Warningly, he says, “ Flower —”
“ Aidyn, you cannot die in my arms , do you understand?”
“ I’m not dying —” he begins to mumble.
“ Are you saying that because it’s true or just because you’ve managed to convince yourself no matter the truth?”
This appears to considerably flummox him but makes it easier to help him in the direction I wish.
Barely anyone walks the paths of the village when there is so much dancing and wine to be had, and anyone in their homes is likely to have succumbed to too much liquor early.
Aidyn is trying his hardest not to make me help him, but he’s in no position.
I’m not sure he should’ve been here dancing to begin with, let alone this .
Don’t cry, Niamh. It’s not going to help.
I pound on the wooden door and momentarily consider what I will do if no one answers—
And then I am staring into Emma’s eyes.
She blinks slowly, once, looking at my stricken expression, then at Aidyn right above me.
Whatever magic that has the few people in the streets unable to truly see him either appears to have no effect on her or Aidyn is allowing it.
She can see him, if the barrage of emotions crashing over her expression is any indication.
“ Oh, Blessed help us,” she mumbles.
I’ve no time to consider the oddity of the phrase before she’s grabbing me by the arm and dragging us inside with a great deal of strength. Aidyn, less graceful than usual, nearly smacks his head on the doorframe.
“ Who are you?” Emma asks, taking Aidyn by the arms and seating him on her padded couch by the cold hearth. Her boldness unsettles me. “ Are you Gentry or—”
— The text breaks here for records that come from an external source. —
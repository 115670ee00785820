//! The operator's terminal UI (being built).

use crate::cli::Cli;
use std::process::ExitCode;

pub fn run(_cli: &Cli) -> anyhow::Result<ExitCode> {
    anyhow::bail!("the terminal UI is not built yet")
}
“ I am Gentry, yes,” Aidyn says, unsurprised by the sudden intensity. He is gazing up at Emma’s face with a passing of that curiosity I’ve seen from him so often, even as he leans back, weak. “ I shall not harm you, elder one. I am too gentle for my kind.”
This seems to pacify her, if slightly. Instead, Emma turns her sharp gaze in my direction. “ I figured you’d met some faerie. This is more than I was bargaining for, Ni—girl.”
Aidyn doesn’t so much as quirk an eyebrow at the first sound of my name.